I also did an interview with CKNW's excellent Lynda Steele, chatting with the good people of Vancouver, about the WE Charity closure.
Also in the Post was the sole column I intended to publish that day, before the WE story came along at the last possible moment. There's a pretty horrifying story coming out of the nation's capital, and the fact that it's occurring against the backdrop of debates all across North America about police accountability and reform can't be ignored. A constable on the Ottawa police force pleaded guilty in court to absolutely appalling conduct committed while off duty, including explicitly threatening to murder a man and also to kidnap his child unless the man paid off a debt he owed the officer. It's the kind of behaviour that would get you or I tossed into prison, and if we dared try it on a cop, well, prison would be a blessing. But the bad Ottawa cop — who has fully admitted his guilt — was given an absolute discharged by the courts and then the force meted out an internal sanction of ... a one-year demotion.Â
Oh, and he's a repeat offender, too.
As long as this man remains on patrol, with a pistol on his hip, the public can't have faith in the Ottawa police. I don't know how we can fix this problem within the system we've built. But we'd better figure it out.
At TVO.org, I wrote a column that's admittedly a placeholder. Ontario, right now, lives in a state of unknown. Our COVID-19 case numbers are moving fairly steadily in the wrong direction. It's very possible that this will not trigger a major surge in deaths, especially since we know better now the urgent need to protect our elderly, particularly the nursing and retirement homes. But these numbers are lagging indicators, as are hospitalizations and deaths. The cases we're seeing today reflect what was happening in mid-to-late August, and we haven't even opened the schools across all the province yet. This is creating not just a medical crisis and an economic crisis, I wrote, but also a crisis in our calendars. I know what I'm doing in three days. I'm reasonably confident with plans three weeks out from now. Three months? Nope. No clue. In the era of COVID, all plans are tentative.
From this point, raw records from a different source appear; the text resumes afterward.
import { beforeEach, describe, expect, it } from "vitest";
import request from "supertest";
import sharp from "sharp";
import { createTestApp } from "../helpers/app";
import { signedInAgent } from "../helpers/auth";
import { buildCompany } from "../helpers/factories";
import { testSequelize, truncateAll } from "../helpers/db";
import { AuditEvent, Company } from "../../server/models/index";
import { allocateProposalNumber } from "../../server/services/company.service";

beforeEach(truncateAll);

const profile = {
  name: "Harlow Bend Metal Roofs",
  legalName: "Harlow Bend Metal Roofs LLC",
  licenceNumber: "RC-0042-HB",
  addressLine1: "12 Fennick Lane",
  addressLine2: "",
  city: "Harlow Bend",
  region: "VT",
  postalCode: "05999",
  phone: "(802) 555-0101",
  email: "Office@Example.com",
  website: "https://harlowbend.example.com",
  proposalTerms: "Deposit on acceptance; balance on completion.",
  exclusions: "Gutters, framing repairs.",
  warranty: "Workmanship 10 years. Local codes and the panel maker's installation details govern.",
  proposalPrefix: "HB-",
  nextProposalNumber: 500,
};

describe("GET /api/company", () => {
  it("gives owners and estimators the profile, proposal texts and pricing settings", async () => {
    for (const role of ["owner", "estimator"] as const) {
      const { agent, user } = await signedInAgent({ role });
      const res = await agent.get("/api/company");
      expect(res.status).toBe(200);
      expect(res.body.data).toMatchObject({ id: user.companyId, proposalPrefix: "", nextProposalNumber: 1, proposalTerms: null });
      expect(res.body.data.settings).toMatchObject({ pricingMode: "margin", priceBookVersion: 1 });
    }
  });

  it("gives crew the name and contact, without any pricing key", async () => {
    const company = await buildCompany("Crew Visible Roofing");
    await company.update({ phone: "(802) 555-0199", city: "Harlow Bend" });
    const { agent } = await signedInAgent({ role: "crew", companyId: company.id });
    const res = await agent.get("/api/company");
    expect(res.status).toBe(200);
    expect(res.body.data).toMatchObject({ name: "Crew Visible Roofing", phone: "(802) 555-0199", city: "Harlow Bend" });
    for (const key of ["settings", "proposalTerms", "exclusions", "warranty", "nextProposalNumber", "proposalPrefix"]) {
      expect(res.body.data).not.toHaveProperty(key);
    }
    expect(JSON.stringify(res.body)).not.toMatch(/margin|markup|tax|cost|price/i);
  });

  it("refuses anonymous with 401", async () => {
    expect((await request(createTestApp()).get("/api/company")).status).toBe(401);
  });
});

describe("PUT /api/company", () => {
  it("saves the owner's profile (empty optional text becomes null, e-mail lower-cased) and audits it", async () => {
    const { agent, token, user } = await signedInAgent({ role: "owner" });
    const res = await agent.put("/api/company").set("X-CSRF-Token", token).send(profile);
    expect(res.status).toBe(200);
    expect(res.body.data).toMatchObject({
      ...profile,
      id: user.companyId,
      addressLine2: null,
      email: "office@example.com",
      logoUrl: null,
    });
    const row = (await Company.findByPk(user.companyId))!;
    expect([row.name, row.nextProposalNumber, row.proposalPrefix]).toEqual(["Harlow Bend Metal Roofs", 500, "HB-"]);
    const audit = await AuditEvent.findOne({ where: { entityType: "company", entityId: String(user.companyId) } });
    expect(audit!.action).toBe("profile_updated");
    expect(audit!.changes).toMatchObject({ city: { from: null, to: "Harlow Bend" } });
  });

  it("leaves the proposal numbering alone when nextProposalNumber is left out", async () => {
    const { agent, token, user } = await signedInAgent({ role: "owner" });
    await Company.update({ nextProposalNumber: 77 }, { where: { id: user.companyId } });
    const { nextProposalNumber: _n, ...rest } = profile;
    const res = await agent.put("/api/company").set("X-CSRF-Token", token).send(rest);
    expect(res.status).toBe(200);
    expect(res.body.data.nextProposalNumber).toBe(77);
  });

  it("answers a bad body with 400 and field paths, changing nothing", async () => {
    const { agent, token, user } = await signedInAgent({ role: "owner" });
    const res = await agent
      .put("/api/company")
      .set("X-CSRF-Token", token)
      .send({ ...profile, name: " ", email: "not-an-email", website: "ftp://files.example.com", proposalPrefix: "A B", nextProposalNumber: 0 });
    expect(res.status).toBe(400);
    expect(res.body.error.fields).toEqual({
      name: "Required",
      email: "Enter a valid e-mail address",
      website: "Enter a web address starting with http:// or https://",
      proposalPrefix: "Use letters, digits and - _ / only",
      nextProposalNumber: "At least 1",
    });
    expect((await Company.findByPk(user.companyId))!.city).toBeNull();
  });

  it.each(["estimator", "crew"] as const)("refuses a %s with 403 before reading the body", async (role) => {
    const { agent, token, user } = await signedInAgent({ role });
    const res = await agent.put("/api/company").set("X-CSRF-Token", token).send({});
    expect(res.status).toBe(403);
    expect((await Company.findByPk(user.companyId))!.legalName).toBeNull();
  });

  it("changes only the owner's own company", async () => {
    const other = await buildCompany("Untouched Roofing");
    const { agent, token } = await signedInAgent({ role: "owner" });
    await agent.put("/api/company").set("X-CSRF-Token", token).send(profile).expect(200);
    expect((await Company.findByPk(other.id))!.name).toBe("Untouched Roofing");
  });

  it("refuses anonymous with 401", async () => {
    expect((await request(createTestApp()).put("/api/company").send(profile)).status).toBe(401);
  });
});

describe("allocateProposalNumber", () => {
  it("hands out the prefix and the next number, once each, also under concurrency", async () => {
    const company = await buildCompany();
    await company.update({ proposalPrefix: "QSS-", nextProposalNumber: 1001 });
    const db = testSequelize();
    const numbers = await Promise.all(Array.from({ length: 5 }, () => db.transaction((t) => allocateProposalNumber(company.id, t))));
    expect(numbers.sort()).toEqual(["QSS-1001", "QSS-1002", "QSS-1003", "QSS-1004", "QSS-1005"]);
    // A rolled-back transaction gives its number back.
    await expect(
      db.transaction(async (t) => {
        await allocateProposalNumber(company.id, t);
        throw new Error("send failed");
      }),
    ).rejects.toThrow("send failed");
    expect((await Company.findByPk(company.id))!.nextProposalNumber).toBe(1006);
  });
});

describe("/api/company/logo", () => {
  const png = () => sharp({ create: { width: 1200, height: 300, channels: 3, background: "#7a3b1f" } }).png().toBuffer();

  it("lets the owner upload a logo, resized to fit 600 × 200 and kept as PNG, readable by the team", async () => {
    const app = createTestApp();
    const { agent, token, user } = await signedInAgent({ role: "owner" }, app);
    const put = await agent.put("/api/company/logo").set("X-CSRF-Token", token).attach("file", await png(), { filename: "logo.png", contentType: "image/png" });
    expect(put.status).toBe(200);
    expect(put.body.data.logoUrl).toMatch(/^\/api\/company\/logo\?v=/);
    expect(JSON.stringify(put.body)).not.toMatch(/logoAttachmentKey/); // the storage key never leaves the server
    const crew = await signedInAgent({ role: "crew", companyId: user.companyId }, app);
    const got = await crew.agent.get("/api/company/logo");
    expect(got.status).toBe(200);
    expect(got.headers["content-type"]).toBe("image/png");
    const meta = await sharp(got.body as Buffer).metadata();
    expect([meta.format, meta.width, meta.height]).toEqual(["png", 600, 150]);
    const audit = await AuditEvent.findAll({ where: { entityType: "company", action: "logo_set" } });
    expect(audit).toHaveLength(1);
  });

  it("refuses a file that is not an image with 415 and keeps the old logo", async () => {
    const { agent, token } = await signedInAgent({ role: "owner" });
    await agent.put("/api/company/logo").set("X-CSRF-Token", token).attach("file", await png(), { filename: "logo.png", contentType: "image/png" }).expect(200);
    const bad = await agent
      .put("/api/company/logo")
      .set("X-CSRF-Token", token)
      .attach("file", Buffer.from("<html><script>alert(1)</script></html>"), { filename: "logo.png", contentType: "image/png" });
    expect(bad.status).toBe(415);
    expect((await agent.get("/api/company/logo")).status).toBe(200);
  });

  it("lets only the owner change it (estimator 403, signed out 401) and removes it with DELETE", async () => {
    const app = createTestApp();
    const owner = await signedInAgent({ role: "owner" }, app);
    const estimator = await signedInAgent({ role: "estimator", companyId: owner.user.companyId }, app);
    const refused = await estimator.agent.put("/api/company/logo").set("X-CSRF-Token", estimator.token).attach("file", await png(), "logo.png");
    expect(refused.status).toBe(403);
    expect((await request(app).get("/api/company/logo")).status).toBe(401);
    await owner.agent.put("/api/company/logo").set("X-CSRF-Token", owner.token).attach("file", await png(), "logo.png").expect(200);
    expect((await owner.agent.delete("/api/company/logo").set("X-CSRF-Token", owner.token)).status).toBe(204);
    expect((await owner.agent.get("/api/company/logo")).status).toBe(404);
    expect((await Company.findByPk(owner.user.companyId))!.logoAttachmentKey).toBeNull();
  });
});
As mentioned above, my Code 47 column about privilege got some attention beyond you fine folk right here. Jordan Heath-Rawlings of The Big Story podcast had me on for a good chat. He was pretty open about how my comments about people who identify as progressive having to maybe admit they're not, at least when it comes to their own family's wellbeing, struck a chord with him. If you have the time, it's worth a listen.
And last but not least, my only bit here exclusively at Code 47 this week — a nerdy historical musing about how far back in time you could do and still enjoy many of the little creature comforts we've come to take for granted in North America. Do you like toast? Well, good news. You’re clear back as far as the 1930s!